Go on vacation with a 9 euro ticket: what train drivers need to know – travel and vacation

Travel to your holiday destination for €9: The special ticket of local public transport can, of course, be used for travel, especially since the ticket period from June 1 to August 31 falls exactly in the summer holiday season. And so it should be a tempting prospect for some: travel by Regio rather than by car or ICE. Only: a trip to the holiday destination, which is unbeatable in terms of price, can have its drawbacks. We explain what travelers should pay attention to.

What is important when planning a trip?

It is easy to find purely regional connections. In the booking portal for Deutsche Bahn, reiseauskunft.bahn.de, or in the “DB Navigator” app, check the “Local Transfers Only” box in the input mask. Only connections that can be used with a €9 ticket are shown – this is also shown as the first booking option. This applies to flights from June.

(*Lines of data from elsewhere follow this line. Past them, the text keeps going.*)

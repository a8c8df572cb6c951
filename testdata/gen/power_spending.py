#!/usr/bin/python3
"""Normal-theory boundaries of Lan-DeMets alpha-spending group-sequential tests.

Writes ../power_spending.tsv. For each case (spending function, one-sided
alpha, information fractions) the upper boundary z_k at look k solves

    P(Z_1 < z_1, ..., Z_{k-1} < z_{k-1}) - P(Z_1 < z_1, ..., Z_k < z_k) = a(t_k) - a(t_{k-1})

for the canonical joint distribution corr(Z_i, Z_j) = sqrt(t_i / t_j),
with scipy.stats.multivariate_normal.cdf (Genz's algorithm, abseps 1e-8)
and scipy.optimize.brentq; the first look uses scipy.stats.norm.isf. This
is independent of the grid recursion that power.SpendingBounds uses.

Run: /usr/bin/python3 testdata/gen/power_spending.py   (from the repo root; about five minutes)
"""
import datetime, math, os
import numpy as np
import scipy
from scipy.optimize import brentq
from scipy.stats import multivariate_normal, norm

CASES = [
    # name, family, rho, alpha (one-sided), fractions
    ("obf5", "O'Brien-Fleming", 0, 0.025, [0.2, 0.4, 0.6, 0.8, 1.0]),
    ("poc5", "Pocock", 0, 0.025, [0.2, 0.4, 0.6, 0.8, 1.0]),
    ("obf3", "O'Brien-Fleming", 0, 0.025, [1 / 3, 2 / 3, 1.0]),
    ("poc3", "Pocock", 0, 0.05, [1 / 3, 2 / 3, 1.0]),
    ("rho2", "power family", 2, 0.025, [0.25, 0.5, 0.75, 1.0]),
    ("rho3u", "power family", 3, 0.05, [0.3, 0.5, 1.0]),
    ("obf4u", "O'Brien-Fleming", 0, 0.01, [0.1, 0.45, 0.7, 1.0]),
]


def spent(family, rho, a, t):
    if t >= 1:
        return a
    if family == "Pocock":
        return a * math.log(1 + (math.e - 1) * t)
    if family == "power family":
        return a * t ** rho
    return 2 * norm.sf(norm.isf(a / 2) / math.sqrt(t))


def cdf(c, t):
    k = len(c)
    if k == 1:
        return norm.cdf(c[0])
    cov = np.array([[math.sqrt(min(t[i], t[j]) / max(t[i], t[j])) for j in range(k)] for i in range(k)])
    return multivariate_normal.cdf(np.array(c), mean=np.zeros(k), cov=cov, maxpts=1000000,
                                   abseps=1e-8, releps=1e-8)


def bounds(family, rho, a, t):
    z = []
    prev = 0.0
    stay = 1.0  # P(no crossing so far)
    for k in range(len(t)):
        inc = spent(family, rho, a, t[k]) - prev
        prev += inc
        if k == 0:
            c = norm.isf(inc)
        else:
            f = lambda c: stay - cdf(z + [c], t[: k + 1]) - inc
            c = brentq(f, 0.5, 8.0, xtol=1e-7)
        z.append(c)
        stay = cdf(z, t[: k + 1])
    return z


def main():
    here = os.path.dirname(os.path.abspath(__file__))
    out = os.path.join(here, "..", "power_spending.tsv")
    with open(out, "w") as f:
        f.write("# Upper boundaries z_k of one-sided Lan-DeMets alpha-spending group-sequential tests (normal theory),\n")
        f.write("# solved with SciPy's multivariate normal CDF (Genz, abseps 1e-8; boundaries good to about 1e-4) and brentq.\n")
        f.write("# Generator: /usr/bin/python3 testdata/gen/power_spending.py\n")
        f.write("# Tool: SciPy %s, NumPy %s; date %s\n" % (scipy.__version__, np.__version__, datetime.date.today()))
        f.write("# columns: case\tfamily\trho\talpha\tfractions (comma-separated)\tboundaries (comma-separated)\n")
        for name, fam, rho, a, t in CASES:
            z = bounds(fam, rho, a, t)
            f.write("%s\t%s\t%g\t%g\t%s\t%s\n" % (name, fam, rho, a, ",".join("%.15g" % x for x in t),
                                                  ",".join("%.10f" % x for x in z)))


if __name__ == "__main__":
    main()
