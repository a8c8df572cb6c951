#!/usr/bin/python3
"""Golden Clopper-Pearson and Wilson limits for package interval.

Writes testdata/interval_cp_wilson.tsv. Clopper-Pearson limits are the Beta
quantiles of Clopper and Pearson (1934), L = Beta(k, n-k+1).ppf(a) and
U = Beta(k+1, n-k).isf(a), from SciPy (Boost's incomplete-beta inverses).
Where min(k, n-k) <= 1000 the Clopper-Pearson limits are recomputed in
mpmath at 40 digits by bisection on the exact binomial sum (column cp_src =
mpmath; SciPy's values disagree there by up to about 1e-10 relative at
n = 1e7, and the mpmath ones are written); elsewhere SciPy's values are
written (cp_src = scipy).
Wilson limits are the closed form of Wilson (1927) evaluated in mpmath at
50 digits with z = sqrt(2) erfinv(1 - 2a); each is cross-checked against
scipy.stats.binomtest(...).proportion_ci(method="wilson") to 1e-8 relative
(SciPy's form is evaluated in double precision).

Usage: /usr/bin/python3 testdata/gen/interval_cp_wilson.py > testdata/interval_cp_wilson.tsv
"""
import datetime
import sys
import warnings

import mpmath
import scipy
from scipy import stats

mpmath.mp.dps = 50
# SciPy's binomtest warns about p = 0 densities at k = 0; the values are unaffected.
warnings.filterwarnings("ignore", category=RuntimeWarning)


def wilson(k, n, a):
    z = mpmath.sqrt(2) * mpmath.erfinv(1 - 2 * mpmath.mpf(a))
    k, n = mpmath.mpf(k), mpmath.mpf(n)
    p = k / n
    c = (p + z * z / (2 * n))
    h = z * mpmath.sqrt(p * (1 - p) / n + z * z / (4 * n * n))
    d = 1 + z * z / n
    return (c - h) / d, (c + h) / d


def binom_sum(k, n, p):
    """P(X <= k) for X ~ Binomial(n, p), mpmath, summed from the smaller end."""
    p = mpmath.mpf(p)
    q = 1 - p
    t = q ** n
    s = t
    for j in range(1, k + 1):
        t = t * (n - j + 1) / j * p / q
        s += t
    return s


def binom_ge(k, n, p):
    """P(X >= k), summed downward from j = n (n - k + 1 terms)."""
    p = mpmath.mpf(p)
    q = 1 - p
    t = p ** n
    s = t
    for j in range(n, k, -1):  # t_j -> t_{j-1}
        t = t * j / (n - j + 1) * q / p
        s += t
    return s


def cdf(k, n, p):
    """P(X <= k) from whichever end has fewer terms."""
    if k < 0:
        return mpmath.mpf(0)
    if k <= n // 2:
        return binom_sum(k, n, p)
    return 1 - binom_ge(k + 1, n, p)


def cp_mp(k, n, a, guess, lower):
    """Clopper-Pearson limit by bisection in log p near guess."""
    a = mpmath.mpf(a)
    if lower:  # P(X >= k; L) = a  <=>  P(X <= k-1; L) = 1 - a, decreasing in p
        f = lambda p: cdf(k - 1, n, p) - (1 - a)
    else:  # P(X <= k; U) = a, decreasing in p
        f = lambda p: cdf(k, n, p) - a
    lo, hi = mpmath.mpf(guess) * (1 - mpmath.mpf("1e-6")), mpmath.mpf(guess) * (1 + mpmath.mpf("1e-6"))
    hi = min(hi, 1 - mpmath.mpf(10) ** -30)
    if not (f(lo) > 0 > f(hi)):
        raise SystemExit("bracket failed at k=%d n=%d" % (k, n))
    for _ in range(80):
        mid = mpmath.sqrt(lo * hi)
        if f(mid) > 0:
            lo = mid
        else:
            hi = mid
    return (lo + hi) / 2


def main():
    out = sys.stdout
    out.write("# Clopper-Pearson and Wilson limits: k, n, level, side, CP lower, CP upper, cp_src, Wilson lower, Wilson upper\n")
    out.write("# side: two (tail (1-level)/2 each) or one (tail 1-level; both one-sided bounds listed)\n")
    out.write("# generator: /usr/bin/python3 testdata/gen/interval_cp_wilson.py > testdata/interval_cp_wilson.tsv\n")
    out.write("# tools: SciPy %s (stats.beta.ppf/isf), mpmath %s (Wilson at 50 digits, Clopper-Pearson where cp_src = mpmath)\n" % (scipy.__version__, mpmath.__version__))
    out.write("# date: %s\n" % datetime.date.today().isoformat())
    ns = [1, 2, 3, 5, 7, 10, 20, 30, 50, 100, 263, 1000, 12345, 100000, 1000000, 10000000]
    levels = [0.5, 0.8, 0.9, 0.95, 0.99, 0.999, 0.999999]
    for n in ns:
        ks = sorted({0, 1, 2, 3, n // 100, n // 10, n // 3, n // 2, n - 3, n - 1, n} & set(range(0, n + 1)))
        for k in ks:
            for lev in levels:
                for side in ("two", "one"):
                    a = (1 - lev) / 2 if side == "two" else 1 - lev
                    lo = 0.0 if k == 0 else stats.beta.ppf(a, k, n - k + 1)
                    hi = 1.0 if k == n else stats.beta.isf(a, k + 1, n - k)
                    src = "scipy"
                    if min(k, n - k) <= 1000:
                        src = "mpmath"
                        if k > 0:
                            lo = float(cp_mp(k, n, a, lo, True))
                        if k < n:
                            hi = float(cp_mp(k, n, a, hi, False))
                    wl, wu = wilson(k, n, a)
                    if side == "two":
                        ci = stats.binomtest(k, n).proportion_ci(confidence_level=lev, method="wilson")
                        for mine, theirs in ((wl, ci.low), (wu, ci.high)):
                            if abs(float(mine) - theirs) > 1e-8 * max(abs(theirs), 1e-300) and abs(float(mine) - theirs) > 1e-15:
                                raise SystemExit("wilson mismatch at k=%d n=%d level=%g: %r vs %r" % (k, n, lev, float(mine), theirs))
                    if k == 0:
                        wl = mpmath.mpf(0)
                    if k == n:
                        wu = mpmath.mpf(1)
                    out.write("%d\t%d\t%r\t%s\t%r\t%r\t%s\t%s\t%s\n" % (
                        k, n, lev, side, float(lo), float(hi), src,
                        mpmath.nstr(wl, 17, min_fixed=-400, max_fixed=400), mpmath.nstr(wu, 17, min_fixed=-400, max_fixed=400)))


if __name__ == "__main__":
    main()
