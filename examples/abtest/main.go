// Abtest reads an A/B test the Bayesian way, with the prior stated at every
// step. The counts are invented for this example.
//
// Scenario: an online shop tries a new checkout page. Of 5000 visitors shown
// the current page (A), 412 bought; of 5000 shown the new page (B), 468
// bought. The team wants to know how likely B is better, what it risks by
// switching, and how large the gain may be:
//
//  1. Each page's conversion rate: the Beta posterior under the uniform
//     prior and its 95% equal-tailed credible interval.
//  2. Which page is better: P(pB > pA | data), computed exactly (a finite
//     sum, not a simulation), and the expected loss of choosing each page,
//     the conversion rate given up on average if the choice is wrong.
//  3. How much better: 95% credible intervals for pB - pA and pB / pA.
//  4. Beside it, Fisher's exact test, the frequentist answer to a different
//     question (how surprising the data would be if the pages converted
//     alike).
//
// Run it with
//
//	go run ./examples/abtest
//
// The calculation assumes visitors were assigned to pages at random and
// convert independently; stopping the test when P(B better) first crosses a
// threshold changes what that probability means in repeated use.
package main

import (
	"fmt"
	"io"
	"os"

	"github.com/kofnlab/kofn/examples/internal/report"
	"github.com/kofnlab/kofn/interval"
	"github.com/kofnlab/kofn/test"
)

// The invented counts: buyers and visitors on each page.
const (
	buyA, seenA = 412, 5000
	buyB, seenB = 468, 5000
)

func main() {
	if err := run(os.Stdout); err != nil {
		fmt.Fprintln(os.Stderr, "abtest:", err)
		os.Exit(1)
	}
}

// run computes every step of the scenario and writes the report to w.
func run(w io.Writer) error {
	r := report.New(w)
	prior := interval.UniformPrior()
	r.Line("Invented data: a made-up checkout test, %d/%d bought on page A and %d/%d on page B.", buyA, seenA, buyB, seenB)
	r.Line("Prior on each page's conversion rate: %v.", prior)

	r.Line("")
	r.Line("1. Conversion rate of each page (posterior mean, 95%% equal-tailed credible interval)")
	for _, p := range []struct {
		name      string
		buy, seen int64
	}{{"page A", buyA, seenA}, {"page B", buyB, seenB}} {
		iv, err := interval.Credible(p.buy, p.seen, interval.CredibleOptions{Prior: prior})
		if err != nil {
			return err
		}
		r.Line("  %s\t%.4f\t[%.4f, %.4f]", p.name, iv.Estimate, iv.Lower, iv.Upper)
		r.Warnings(iv.Warnings)
	}

	r.Line("")
	r.Line("2. Which page is better")
	c, err := test.Compare(buyB, seenB, buyA, seenA, test.CompareOptions{Prior1: prior, Prior2: prior})
	if err != nil {
		return err
	}
	r.Line("  P(B better)\t%.4f\t(%s)", c.ProbFirstBetter, c.Method)
	r.Line("  P(A better)\t%.4f", c.ProbSecondBetter)
	r.Line("  loss if B chosen\t%.6f\tconversion rate given up on average", c.LossFirst)
	r.Line("  loss if A kept\t%.6f", c.LossSecond)
	r.Warnings(c.Warnings)

	r.Line("")
	r.Line("3. How much better (95%% equal-tailed credible intervals)")
	d, err := interval.CredibleDifference(buyB, seenB, buyA, seenA, interval.CredibleOptions{Prior: prior})
	if err != nil {
		return err
	}
	r.Line("  pB - pA\t%+.4f\t[%+.4f, %+.4f]", d.Estimate, d.Lower, d.Upper)
	q, err := interval.CredibleRatio(buyB, seenB, buyA, seenA, interval.CredibleOptions{Prior: prior})
	if err != nil {
		return err
	}
	r.Line("  pB / pA\t%.4f\t[%.4f, %.4f]", q.Estimate, q.Lower, q.Upper)

	r.Line("")
	r.Line("4. For comparison: Fisher's exact test of equal conversion (two-sided)")
	f, err := test.Fisher(buyB, seenB, buyA, seenA, test.FisherOptions{})
	if err != nil {
		return err
	}
	r.Line("  Fisher p-value\t%.4f", f.PValue)
	r.Line("  P(B better) is a statement about the pages given the data and the prior;")
	r.Line("  the p-value is about the data if the pages were alike. They answer different questions.")
	return r.Flush()
}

Depending on the route, sometimes more or less paths leading to the destination are shown. Some pointers on how to choose the right one:

Allow longer transfer times

You could say that the more changes, the higher the risks – especially if there is little time to change a train. Trains can be very full at peak times, especially on routes that are heavily used by tourists, and delays can accumulate quickly because they take longer to get up and down at individual stations. It is possible that the connecting train has already disappeared.

When planning your trip, you should keep this in mind, and if in doubt, prefer trips with slightly longer transfer times. Or at least make sure you can still catch the next trains if you miss the train. advice: Transfer times can be specified on the train reservation page under the Intermediate Stops tab.

Be careful on the tourist routes at peak times

Demand is high: Deutsche Bahn sold more than 1 million tickets worth €9 at the beginning of this week. In the summer months, regional trains can be cramped, with day commuters crowding on the weekends, especially on routes to the coast or to local entertainment districts. If you want to switch to such a train with your bags, you might look down the drain. “On the main tourist routes, the trains can be so crowded that you can’t get on,” says Karl Peter Naumann of the Pro Pan passenger union.

What applies to bikes?

By bike, long distances with regional trains through various associations are not without pitfalls. For several reasons:

  • You may not be able to continue at all. Deutsche Bahn never tires of stressing that cycling cannot always be guaranteed.
  • Taking the bike with you is not included in the ticket 9 euros. In some associations, bicycles can be cycled for free at certain times, but they are often expensive. An option for cyclists who ride multiple grids and don’t want to get caught up in the fog of individual tariffs: the Bahn Bicycle Day Pass. It is valid online and costs 6€ for a day.

What about the kids?

Children up to the age of six generally travel free by train. After that, they need their €9 ticket. In many associations, customers can take children up to 14 years old or other adults for free at certain times using their subscription card. The feature remains for the three months in which the subscription costs only €9. But only in your own association.

How about serving food?

While most ICE trains have a bistro on board, regional trains only have snack machines on board – if at all. Therefore, passengers are advised to stock up on adequate supplies.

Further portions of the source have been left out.